# Billionaire Owner Of Miami Dolphins, Equinox, And Soulcycle Holds Trump Fundraiser



## Black Ambrosia (Aug 8, 2019)




----------



## Black Ambrosia (Aug 8, 2019)

*Billionaire owner of SoulCycle, Miami Dolphins faces backlash over Trump fundraiser*

News of an upcoming fundraiser for President Trump at the swanky Hamptons home of billionaire Stephen Ross drew swift backlash Wednesday from prominent customers of Ross’s luxury fitness brands and a player for the Miami Dolphins, the National Football League franchise Ross owns.

Some high-profile LGBTQ activists and celebrities took to social media to call for a boycott of Equinox Fitness clubs and SoulCycle over the fundraiser, which was organized to support Trump’s reelection and comes with a price tag as high as $250,000 for an audience with the president.

“Hey @Equinox - what’s your policy for canceling memberships once a member finds out your owner is enabling racism and mass murder?” comedian Billy Eichner tweeted Wednesday afternoon. He followed up later with a tweet saying he had canceled his membership.

The scheduled fundraiser also caught the attention of Miami Dolphins wide receiver and Trump critic Kenny Stills. In a tweet, Stills questioned how Ross could justify his support for Trump when his nonprofit organization, Ross Initiative for Sports Equality, aspires as part of its mission to end racial discrimination.

“You can’t have a non profit with this mission statement then open your doors to Trump,” Stills tweeted.

https://www.out.com/election/2019/8/07/owner-equinox-soulcycle-hosting-huge-fundraiser-trump …




*UPDATE: Equinox Disavows Trump-Supporting Owner, Following Backlash*
"Neither Equinox nor SoulCycle have anything to do with the event later this week and do not support it."

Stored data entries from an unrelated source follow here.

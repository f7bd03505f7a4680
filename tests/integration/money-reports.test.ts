// The treasurer's reports over the demo club's real journal: the balance sheet balances, the
// profit and loss agrees with the journal lines it summarises, CSV export needs "export", and a
// member reads neither.
import { and, eq, gte, lte } from "drizzle-orm";
import { beforeAll, describe, expect, it } from "vitest";
import { GET as reportsRoute } from "@/app/api/clubs/[club]/money/reports/route";
import { GET as journalRoute } from "@/app/api/clubs/[club]/money/journal/route";
import { journalEntries, journalLines, ledgerAccounts } from "@/db/schema";
import { clubBySlug, db, signInAs } from "./helpers";
import { callRoute } from "./fleet-helpers";
import { seedScenario } from "./bookings-helpers";

const SLUG = "reedwater";

describe("profit and loss and balance sheet over the journal", () => {
  beforeAll(async () => {
    await seedScenario();
  });

  it("the balance sheet balances on the demo books, today and at a past day", async () => {
    signInAs("treasurer@hangarline.test");
    for (const asOf of ["2026-12-31", "2026-06-30"]) {
      const res = await callRoute(reportsRoute, `/api/clubs/${SLUG}/money/reports?report=balance-sheet&asOf=${asOf}`, { club: SLUG });
      expect(res.status).toBe(200);
      const body = res.body as { assetsMinor: number; liabilitiesMinor: number; equityMinor: number; balanced: boolean };
      // assets = liabilities + equity (standard accounting practice)
      expect(body.balanced).toBe(true);
      expect(body.assetsMinor).toBe(body.liabilitiesMinor + body.equityMinor);
    }
  });

  it("the profit and loss equals the income and expense lines of the journal in the period", async () => {
    signInAs("treasurer@hangarline.test");
    const club = clubBySlug(SLUG);
    const [from, to] = ["2026-01-01", "2026-12-31"];
    const lines = db()
      .select({ type: ledgerAccounts.type, debit: journalLines.debitMinor, credit: journalLines.creditMinor })
      .from(journalLines)
      .innerJoin(journalEntries, eq(journalEntries.id, journalLines.entryId))
      .innerJoin(ledgerAccounts, eq(ledgerAccounts.id, journalLines.accountId))
      .where(and(eq(journalLines.clubId, club.id), gte(journalEntries.entryDate, from), lte(journalEntries.entryDate, to)))
      .all();
    // Income credit-normal, expense debit-normal (standard accounting practice)
    const income = lines.filter((l) => l.type === "income").reduce((s, l) => s + l.credit - l.debit, 0);
    const expense = lines.filter((l) => l.type === "expense").reduce((s, l) => s + l.debit - l.credit, 0);
    expect(income).toBeGreaterThan(0);
    const res = await callRoute(reportsRoute, `/api/clubs/${SLUG}/money/reports?report=profit-and-loss&from=${from}&to=${to}`, { club: SLUG });
    expect(res.status).toBe(200);
    expect(res.body).toMatchObject({ incomeMinor: income, expenseMinor: expense, netMinor: income - expense });
  });

  it("exports CSV for the treasurer, refuses a reversed period and a member", async () => {
    signInAs("treasurer@hangarline.test");
    const csv = await callRoute(reportsRoute, `/api/clubs/${SLUG}/money/reports?report=profit-and-loss&from=2026-01-01&to=2026-12-31&format=csv`, { club: SLUG });
    expect(csv.status).toBe(200);
    const text = Buffer.from(csv.body as ArrayBuffer).toString("utf8");
    expect(text.split("\r\n")[0]).toBe("Section,Account code,Account,Amount (USD)");
    expect(text).toMatch(/Total,,Net \(income − expenses\),-?\d+\.\d{2}\r\n$/);
    const sheet = await callRoute(reportsRoute, `/api/clubs/${SLUG}/money/reports?report=balance-sheet&asOf=2026-12-31&format=csv`, { club: SLUG });
    expect(Buffer.from(sheet.body as ArrayBuffer).toString("utf8")).toMatch(/Check,,Balanced,0\.00\r\n$/);

    const reversed = await callRoute(reportsRoute, `/api/clubs/${SLUG}/money/reports?report=profit-and-loss&from=2026-02-01&to=2026-01-01`, { club: SLUG });
    expect(reversed.status).toBe(400);
    expect(JSON.stringify(reversed.body)).toMatch(/on or after the first day/);

    signInAs("member@hangarline.test");
    const member = await callRoute(reportsRoute, `/api/clubs/${SLUG}/money/reports?report=balance-sheet&asOf=2026-12-31`, { club: SLUG });
    expect(member.status).toBe(403);
  });

  it("exports in the club's locale: a de-DE club gets semicolons, decimal commas and its day order", async () => {
    signInAs("silberau.admin@hangarline.test");
    const csv = await callRoute(reportsRoute, `/api/clubs/aeroclub-silberau/money/reports?report=balance-sheet&asOf=2026-12-31&format=csv`, { club: "aeroclub-silberau" });
    expect(csv.status).toBe(200);
    const text = Buffer.from(csv.body as ArrayBuffer).toString("utf8");
    // CLDR de: "," decimal mark; ";" between fields where the decimal mark is a comma (common practice).
    expect(text.split("\r\n")[0]).toBe("Section;Account code;Account;Amount (EUR)");
    expect(text).toMatch(/Check;;Balanced;0,00\r\n$/);
    expect(text).not.toMatch(/\d\.\d{2}(;|\r\n)/);
    const pnl = await callRoute(reportsRoute, `/api/clubs/aeroclub-silberau/money/reports?report=profit-and-loss&from=2026-01-01&to=2026-12-31&format=csv`, { club: "aeroclub-silberau" });
    expect(Buffer.from(pnl.body as ArrayBuffer).toString("utf8")).toMatch(/Total;;Net \(income − expenses\);-?\d+,\d{2}\r\n$/);
    const journal = await callRoute(journalRoute, `/api/clubs/aeroclub-silberau/money/journal?format=csv`, { club: "aeroclub-silberau" });
    const lines = Buffer.from(journal.body as ArrayBuffer).toString("utf8").split("\r\n").filter(Boolean);
    expect(lines[0]).toBe("Date;Entry;Kind;Memo;Reference;Account code;Account;Debit;Credit;Currency");
    expect(lines.length).toBeGreaterThan(1);
    for (const line of lines.slice(1)) expect(line).toMatch(/^\d{2}\.\d{2}\.\d{4};/); // CLDR de: dd.MM.y
  });
});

Ross, a New York real estate developer, is the chairman and founder of the Related Companies, which encompasses fitness, restaurant and lifestyle brands such as Equinox, SoulCycle, Pure Yoga, &pizza, Bluestone Lane Coffee and Momofuku. He has given heavily over the years to Republican candidates and committees.

In a statement Wednesday to The Washington Post, Ross said he has known Trump for 40 years and that he has “never been bashful about expressing” opinions about issues on which he disagrees with Trump.

Ross said he is “an outspoken champion of racial equality, inclusion, diversity, public education and environmental sustainability, and I have and will continue to support leaders on both sides of the aisle to address these challenges.”

In a joint statement Wednesday, Equinox and SoulCycle said they do not support the fundraiser and played down Ross’s role with the brands.

“As is consistent with our policies, no company profits are used to fund politicians,” the companies said. “We are committed to all our members and the communities we live in. We believe in tolerance and equality, and will always stay true to those values. Mr. Ross is a passive investor and is not involved in the management of either business.”

SoulCyle also issued its own statement, saying it “in no way endorses the political fundraising event being held later this week.”

Equinox has publicly branded itself as an LGBTQ-friendly company, and Pure Yoga is popular in the LGBTQ community.

“We joined this gym because we believed it shared our values. We believed it was a safe space for people like us,” reads a Change.org petition calling on Ross to cancel the fundraiser. “We believed that we were supporting a company that was inclusive, accepting and celebrating our diversity and supporting our physical and mental health as a community.”

Stephen Ross is the majority owner of the parent company of Equinox gyms. He is holding a big Trump fundraiser. Know where your money is going. https://www.washingtonpost.com/politics/trump-scheduled-to-headline-fundraisers-in-the-hamptons-where-tickets-run-as-high-as-250000/2019/08/06/47698530-b855-11e9-a091-6a96e67d9cce_story.html …




*Trump scheduled to headline fundraisers in the Hamptons, where tickets run as high as $250,000*

The fundraiser comes amid heightened attention to Trump’s rhetoric on minorities and immigrants. Trump faced protests Wednesday during visits to El Paso and Dayton, Ohio, in the wake of mass shootings in those cities.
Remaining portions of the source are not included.